Yahoo sued over Chinese dissidents fund
Lawsuit alleges trust not properly administered, millions mismanaged
SUNNYVALE — Chinese activists filed a lawsuit Tuesday accusing Yahoo of mismanaging millions of dollars in trust money that should have supported imprisoned Chinese dissidents.
Sunnyvale-based Yahoo declined to address the lawsuit’s allegations, which come as it nears completion of a deal to be acquired by telecommunications giant Verizon.
“We don’t comment on litigation,” said Mike Sefanov, a Yahoo spokesman.
The lawsuit focuses on spending by a trust that Yahoo established in 2007, when it settled a previous lawsuit over its role in providing information to the Chinese Communist Party about political dissidents who also were Yahoo customers. As part of that settlement a decade ago, Yahoo agreed its Yahoo Trust would provide humanitarian assistance to Chinese political dissidents imprisoned for expressing their views online. The company funded the trust with $17.3 million.
Yahoo settled that case with two Chinese dissidents, a business journalist and an editor, who accused the company of being complicit in their arrests for pro-democracy activities online. The settlement came soon after scorching bipartisan criticism of Yahoo in a 2007 congressional hearing about the matter, in
which a Republican representative likened Yahoo’s actions to companies that cooperated with Nazi Germany during World War II, and a Democrat called Yahoo “spineless and irresponsible.”
The new lawsuit accuses Yahoo, the Yahoo Human Rights Fund Trust, two organizations and some former Yahoo executives of failing to properly administer the trust and of instead using the funds to further their own interests.
“A breathtaking majority of the Yahoo Trust — upwards of $13 million — has been systematically and unlawfully depleted in less than 10 years on expenditures having nothing to do with providing humanitarian assistance to imprisoned Chinese dissidents,” the lawsuit claimed.
The Chinese activists named defendants in the lawsuit including Michael Callahan, Yahoo’s former general counsel; Ronald Bell, Yahoo’s former general counsel; and the estate of Harry Wu, who died in 2016 and had been a trustee of the Yahoo trust.
The plaintiffs are residents of China: He Depu, Yang Zili, Li Dawei, Wang Jinbo, Ouyang Yi, Xu Yonghai, Xu Wanping and Yu Ling. All were imprisoned in China for different terms.

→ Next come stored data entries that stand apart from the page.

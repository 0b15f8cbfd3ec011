/** The `dataset` measure: one row. */

import { SECONDS_A_DAY } from "../../util/constants.ts";
import { median } from "../../util/statistics.ts";
import { fillMeasure } from "../fill-measure.ts";
import { DATASET } from "../forms.ts";
import type { BareSurvey } from "../survey-result.ts";
import type { Measure } from "../table.ts";
import { Counts } from "./counts.ts";
import { parallelProducts } from "./products.ts";
import { largestGap } from "./time.ts";

export function datasetMeasure(survey: BareSurvey): Measure {
  const { dataset, totals, times, tracks, scans } = survey;
  const { array, shape } = dataset;
  const counts = new Counts();
  Object.assign(counts, {
    usable: totals.usable,
    flagged: totals.flagged,
    bad: totals.bad,
    zero: totals.zero,
  });
  const withData = new Set(survey.antennasWithData);
  const inTable = array.fromTable ? array.antennas.length : 0;
  const gaps = scans.filter((scan, i) => i > 0 && scans[i - 1]!.field === scan.field);
  const parallel = parallelProducts(dataset.polarizations);
  const ofParallel = (values: Float32Array) =>
    median(values.filter((_, i) => parallel[i % shape.polarizations]));
  const room = counts.samples - counts.zero;
  const row = {
    rows: totals.rows,
    ...counts.row,
    antennas_in_table: inTable,
    antennas_with_data: withData.size,
    antennas_without_data: array.fromTable
      ? array.antennas.filter(({ number }) => !withData.has(number)).length
      : 0,
    baselines: survey.baselines.length,
    integrations: times.length,
    channels: shape.channels,
    subbands: shape.subbands,
    duration_s: times.length === 0 ? Number.NaN : (times.at(-1)! - times[0]!) * SECONDS_A_DAY,
    integration_s: survey.integration,
    gaps: gaps.length,
    largest_gap_s: largestGap(times),
    duplicate_rows: totals.duplicateRows,
    duplicate_fraction: totals.duplicateRows / totals.rows,
    out_of_order_rows: totals.outOfOrderRows,
    out_of_order_fraction: totals.outOfOrderRows / totals.rows,
    bad_time_rows: totals.badTimeRows,
    bad_uvw_rows: totals.badUvwRows,
    bad_uvw_fraction: totals.badUvwRows / totals.rows,
    sensitivity_lost: 1 - Math.sqrt(counts.usable / room),
    noise_sigma: ofParallel(survey.levels.sigma),
    amplitude_median: ofParallel(survey.levels.median),
    header_faults: dataset.notes.filter(({ kind }) => kind === "fault").length,
    has_weights: dataset.hasWeights ? 1 : 0,
    w_known: tracks.w.some((w) => w !== 0 && !Number.isNaN(w)) ? 1 : 0,
    positions_known: array.antennas.some(({ position }) => position !== null) ? 1 : 0,
    autocorrelation_rows: totals.autocorrelationRows,
  };
  return fillMeasure(DATASET, [row]);
}
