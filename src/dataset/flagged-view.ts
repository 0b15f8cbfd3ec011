/**
 * A dataset with selections flagged, without touching its file: the same blocks, the selected weights turned
 * negative. And what selections hold: their samples and weights, counted in one pass over the weights.
 */
import type { BlockRequest, Dataset, SampleBlock } from "./dataset.ts";
import type { Selection } from "./selection.ts";
import { compileSelections, type SelectionMatcher } from "./selection-matcher.ts";

export { compileSelections, type SelectionMatcher } from "./selection-matcher.ts";

/**
 * The dataset as it would be with the selections flagged: weight = -|weight| on every selected sample. A weight of
 * zero stays zero and one that is not finite stays as it is.
 */
export function flaggedView(dataset: Dataset, selections: readonly Selection[]): Dataset {
  if (selections.length === 0) return dataset;
  const { recipe, ...rest } = dataset;
  return {
    ...rest,
    ...(recipe === undefined
      ? {}
      : { recipe: { kind: "flagged", of: recipe, selections: selections.map(selectionAlone) } }),
    blocks: (request) => flaggedBlocks(dataset, selections, request),
  };
}

/** Without what a flag carries besides: a recipe is sent to other threads. */
function selectionAlone(selection: Selection): Selection {
  const { antennas, baselines, time, subbands, channels, polarizations, fields } = selection;
  return { antennas, baselines, time, subbands, channels, polarizations, fields };
}

async function* flaggedBlocks(
  dataset: Dataset,
  selections: readonly Selection[],
  request: BlockRequest,
): AsyncIterable<SampleBlock> {
  const matcher = compileSelections(dataset, selections);
  const rowSamples = rowSamplesOf(dataset);
  for await (const block of dataset.blocks(request)) {
    if (request.want !== "rows") flagBlock(matcher, block, rowSamples);
    yield block;
  }
}

/** Flag in place the samples of a block that any selection takes. */
function flagBlock(matcher: SelectionMatcher, block: SampleBlock, rowSamples: number): void {
  const { weight } = block;
  const { matched, runs } = matcher;
  for (let row = 0; row < block.rows; row++) {
    const count = matcher.matchRow(block, row);
    const base = row * rowSamples;
    for (let i = 0; i < count; i++) {
      const bounds = runs[matched[i]!]!;
      for (let b = 0; b < bounds.length; b += 2) {
        const end = base + bounds[b + 1]!;
        for (let at = base + bounds[b]!; at < end; at++) {
          const value = weight[at]!;
          if (value > 0 && value < Number.POSITIVE_INFINITY) weight[at] = -value;
        }
      }
    }
  }
}

/** What a selection holds. */
export interface SelectionCount {
  /** samples, autocorrelations included */
  readonly samples: number;
  /** samples with a finite weight above zero */
  readonly unflagged: number;
  /** of those, the ones that no earlier selection of the list takes */
  readonly fresh: number;
  /** sum of the positive finite weights of cross-correlations */
  readonly weight: number;
}

export interface SelectionCounts {
  /** in the order of the selections */
  readonly each: readonly SelectionCount[];
  /** samples that any of them takes */
  readonly union: SelectionCount;
  /** the whole dataset */
  readonly total: SelectionCount;
}

/**
 * Count, in one pass over the weights, what each selection holds. Weight sums are of row sums rounded to a fixed
 * power of two, so they do not depend on how the rows are read.
 */
export async function countSelections(
  dataset: Dataset,
  selections: readonly Selection[],
): Promise<SelectionCounts> {
  const matcher = compileSelections(dataset, selections);
  const rowSamples = rowSamplesOf(dataset);
  const quantum = await weightQuantum(dataset);
  const tally = new Tally(selections.length, rowSamples, quantum);
  for await (const block of dataset.blocks({ want: "weights" })) {
    for (let row = 0; row < block.rows; row++) tally.addRow(matcher, block, row);
  }
  return tally.counts();
}

class Tally {
  private readonly rowSamples: number;
  private readonly quantum: number;
  /** by selection, then the union, then the whole dataset */
  private readonly samples: Float64Array;
  private readonly unflagged: Float64Array;
  private readonly fresh: Float64Array;
  private readonly weight: Float64Array;
  /** number of the row that last took this sample offset */
  private readonly taken: Float64Array;
  private rows = 0;

  constructor(selections: number, rowSamples: number, quantum: number) {
    this.rowSamples = rowSamples;
    this.quantum = quantum;
    this.samples = new Float64Array(selections + 2);
    this.unflagged = new Float64Array(selections + 2);
    this.fresh = new Float64Array(selections + 2);
    this.weight = new Float64Array(selections + 2);
    this.taken = new Float64Array(rowSamples);
  }

  addRow(matcher: SelectionMatcher, block: SampleBlock, row: number): void {
    this.rows += 1;
    const cross = block.antenna1[row] !== block.antenna2[row];
    const base = row * this.rowSamples;
    const union = matcher.count;
    this.addWhole(block.weight, base, cross, union + 1);
    const count = matcher.matchRow(block, row);
    let unionWeight = 0;
    for (let i = 0; i < count; i++) {
      const s = matcher.matched[i]!;
      unionWeight += this.addSelection(block.weight, base, cross, s, union, matcher.runs[s]!);
    }
    if (cross) this.weight[union]! += this.rounded(unionWeight);
  }

  private addWhole(weight: Float32Array, base: number, cross: boolean, slot: number): void {
    const end = base + this.rowSamples;
    let unflagged = 0;
    let sum = 0;
    for (let at = base; at < end; at++) {
      const value = weight[at]!;
      if (!(value > 0 && value < Number.POSITIVE_INFINITY)) continue;
      unflagged += 1;
      sum += value;
    }
    this.samples[slot]! += this.rowSamples;
    this.unflagged[slot]! += unflagged;
    this.fresh[slot]! += unflagged;
    if (cross) this.weight[slot]! += this.rounded(sum);
  }

  /** Count one selection's samples of a row; the weight of those that no earlier selection took. */
  private addSelection(
    weight: Float32Array,
    base: number,
    cross: boolean,
    slot: number,
    union: number,
    bounds: Int32Array,
  ): number {
    const { taken, rows } = this;
    let samples = 0;
    let unflagged = 0;
    let untaken = 0;
    let fresh = 0;
    let sum = 0;
    let freshSum = 0;
    for (let b = 0; b < bounds.length; b += 2) {
      const end = bounds[b + 1]!;
      for (let offset = bounds[b]!; offset < end; offset++) {
        const value = weight[base + offset]!;
        const usable = value > 0 && value < Number.POSITIVE_INFINITY;
        samples += 1;
        if (usable) {
          unflagged += 1;
          sum += value;
        }
        if (taken[offset] === rows) continue;
        taken[offset] = rows;
        untaken += 1;
        if (usable) {
          fresh += 1;
          freshSum += value;
        }
      }
    }
    this.samples[slot]! += samples;
    this.unflagged[slot]! += unflagged;
    this.fresh[slot]! += fresh;
    if (cross) this.weight[slot]! += this.rounded(sum);
    this.samples[union]! += untaken;
    this.unflagged[union]! += fresh;
    this.fresh[union]! += fresh;
    return freshSum;
  }

  private rounded(sum: number): number {
    return Math.round(sum / this.quantum) * this.quantum;
  }

  counts(): SelectionCounts {
    const at = (slot: number): SelectionCount => ({
      samples: this.samples[slot]!,
      unflagged: this.unflagged[slot]!,
      fresh: this.fresh[slot]!,
      weight: this.weight[slot]!,
    });
    const selections = this.samples.length - 2;
    return {
      each: Array.from({ length: selections }, (_, slot) => at(slot)),
      union: at(selections),
      total: at(selections + 1),
    };
  }
}

/**
 * The power of two that row sums are rounded to: 2^-16 of the first usable weight, so that 2^37 such weights add up
 * exactly in any order. 1 when nothing is usable.
 */
async function weightQuantum(dataset: Dataset): Promise<number> {
  const rowSamples = rowSamplesOf(dataset);
  for await (const block of dataset.blocks({ want: "weights" })) {
    const end = block.rows * rowSamples;
    for (let at = 0; at < end; at++) {
      const value = block.weight[at]!;
      if (value > 0 && value < Number.POSITIVE_INFINITY) return 2 ** (Math.floor(Math.log2(value)) - 16);
    }
  }
  return 1;
}

function rowSamplesOf(dataset: Dataset): number {
  const { subbands, channels, polarizations } = dataset.shape;
  return subbands * channels * polarizations;
}
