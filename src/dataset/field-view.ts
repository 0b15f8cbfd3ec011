/**
 * The rows of one field of a dataset, as a dataset of its own. Nothing is copied but the block at hand.
 */
import { InputError } from "../util/errors.ts";
import type { BlockRequest, Dataset, SampleBlock } from "./dataset.ts";

/** Runs of consecutive rows of the field: the rows [start, start + length) of the whole dataset. Plain data. */
export interface FieldRuns {
  readonly start: Float64Array;
  readonly length: Float64Array;
  readonly rows: number;
}

/**
 * @param id Field.id
 * @throws InputError when the dataset has no such field, or no row of it
 */
export async function fieldView(dataset: Dataset, id: number): Promise<Dataset> {
  const field = dataset.fields.find((candidate) => candidate.id === id);
  const ids = dataset.fields.map((candidate) => candidate.id).join(", ");
  const place = { file: dataset.files[0] ?? dataset.name };
  if (field === undefined) {
    throw new InputError(
      `there is no field ${id}: the fields are ${ids}`,
      place,
      "Name one of these with --field",
    );
  }
  const runs = await runsOf(dataset, id);
  if (runs.rows === 0) {
    throw new InputError(`no row belongs to field ${id}`, place, "visvet describe lists the fields");
  }
  return fieldRowsView(dataset, id, runs);
}

/** The view when it is known already where the rows of the field are. */
export function fieldRowsView(dataset: Dataset, id: number, runs: FieldRuns): Dataset {
  const { recipe, ...rest } = dataset;
  return {
    ...rest,
    fields: dataset.fields.filter((field) => field.id === id),
    rows: runs.rows,
    ...(recipe === undefined ? {} : { recipe: { kind: "field", of: recipe, id, runs } }),
    blocks: (request) => blocksOfField(dataset, id, runs, request),
  };
}

async function runsOf(dataset: Dataset, id: number): Promise<FieldRuns> {
  const start: number[] = [];
  const length: number[] = [];
  let rows = 0;
  let inside = false;
  for await (const block of dataset.blocks({ want: "rows" })) {
    for (let row = 0; row < block.rows; row++) {
      const wanted = block.field[row] === id;
      if (wanted && inside) length[length.length - 1]! += 1;
      else if (wanted) {
        start.push(block.firstRow + row);
        length.push(1);
      }
      inside = wanted;
      rows += wanted ? 1 : 0;
    }
  }
  return { start: Float64Array.from(start), length: Float64Array.from(length), rows };
}

/** Row of the whole dataset that is row `at` of the field, 0 <= at < runs.rows. */
function wholeRow(runs: FieldRuns, at: number): number {
  let left = at;
  for (let run = 0; run < runs.start.length; run++) {
    if (left < runs.length[run]!) return runs.start[run]! + left;
    left -= runs.length[run]!;
  }
  throw new RangeError(`row ${at} of a field of ${runs.rows} rows`);
}

async function* blocksOfField(
  dataset: Dataset,
  id: number,
  runs: FieldRuns,
  request: BlockRequest,
): AsyncIterable<SampleBlock> {
  const first = Math.max(0, request.rows?.[0] ?? 0);
  const last = Math.min(runs.rows, request.rows?.[1] ?? runs.rows);
  if (first >= last) return;
  const { subbands, channels, polarizations } = dataset.shape;
  const rowSamples = subbands * channels * polarizations;
  const rows: [number, number] = [wholeRow(runs, first), wholeRow(runs, last - 1) + 1];
  let done = first;
  for await (const block of dataset.blocks({ ...request, rows })) {
    const kept = keepField(block, id, rowSamples);
    if (kept === 0) continue;
    block.firstRow = done;
    block.rows = kept;
    done += kept;
    yield block;
  }
}

/** Move the rows of the field to the front of the block, in place; how many there are. */
function keepField(block: SampleBlock, id: number, rowSamples: number): number {
  let kept = 0;
  for (let row = 0; row < block.rows; row++) {
    if (block.field[row] !== id) continue;
    if (kept !== row) moveRow(block, row, kept, rowSamples);
    kept += 1;
  }
  return kept;
}

function moveRow(block: SampleBlock, from: number, to: number, rowSamples: number): void {
  const { time, u, v, w, antenna1, antenna2, subarray, field, setup, integration } = block;
  for (const column of [time, u, v, w, antenna1, antenna2, subarray, field, setup, integration]) {
    column[to] = column[from]!;
  }
  for (const samples of [block.real, block.imag, block.weight]) {
    if (samples.length > 0) samples.copyWithin(to * rowSamples, from * rowSamples, (from + 1) * rowSamples);
  }
}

The lawsuit claims He Depu, who was in prison from 2003 to 2011 for dissident activities, should have received more of the allegedly mismanaged trust money. “Mr. He received less in humanitarian assistance than he would have but for defendants’ misconduct,” the lawsuit states.
The lawsuit also alleges that Wu, the trustee, concealed trust money from the dissidents and attempted to browbeat the mother of one of the political prisoners.
“When Shi’s mother arrived in Washington, D.C. to collect her son’s portion, Wu demanded that she ‘donate’ $1 million of her son’s $3.2 million share to Wu and Laogai Research Foundation,” an entity that Wu controlled, the lawsuit claims. “Having no legal representation and under intense pressure from Wu, she asked whether $500,000 would be sufficient. Wu responded in a fury, berating her, and causing her great distress.”
The lawsuit alleges Wu also established a $1 million annuity for himself by falsely claiming that he was a cousin to one of the plaintiffs.
“In standing idly by while it knew the Yahoo Human Rights Trust was being squandered, Yahoo abandoned its responsibilities to trust beneficiaries, who have risked their lives by speaking out for political reform in China,” said Times Wang, a Cohen Milstein Sellers & Toll attorney representing the plaintiffs. “We hope this lawsuit creates an opportunity for Yahoo to replenish the fund and make good on its commitment to support basic freedoms as a responsible corporate citizen.”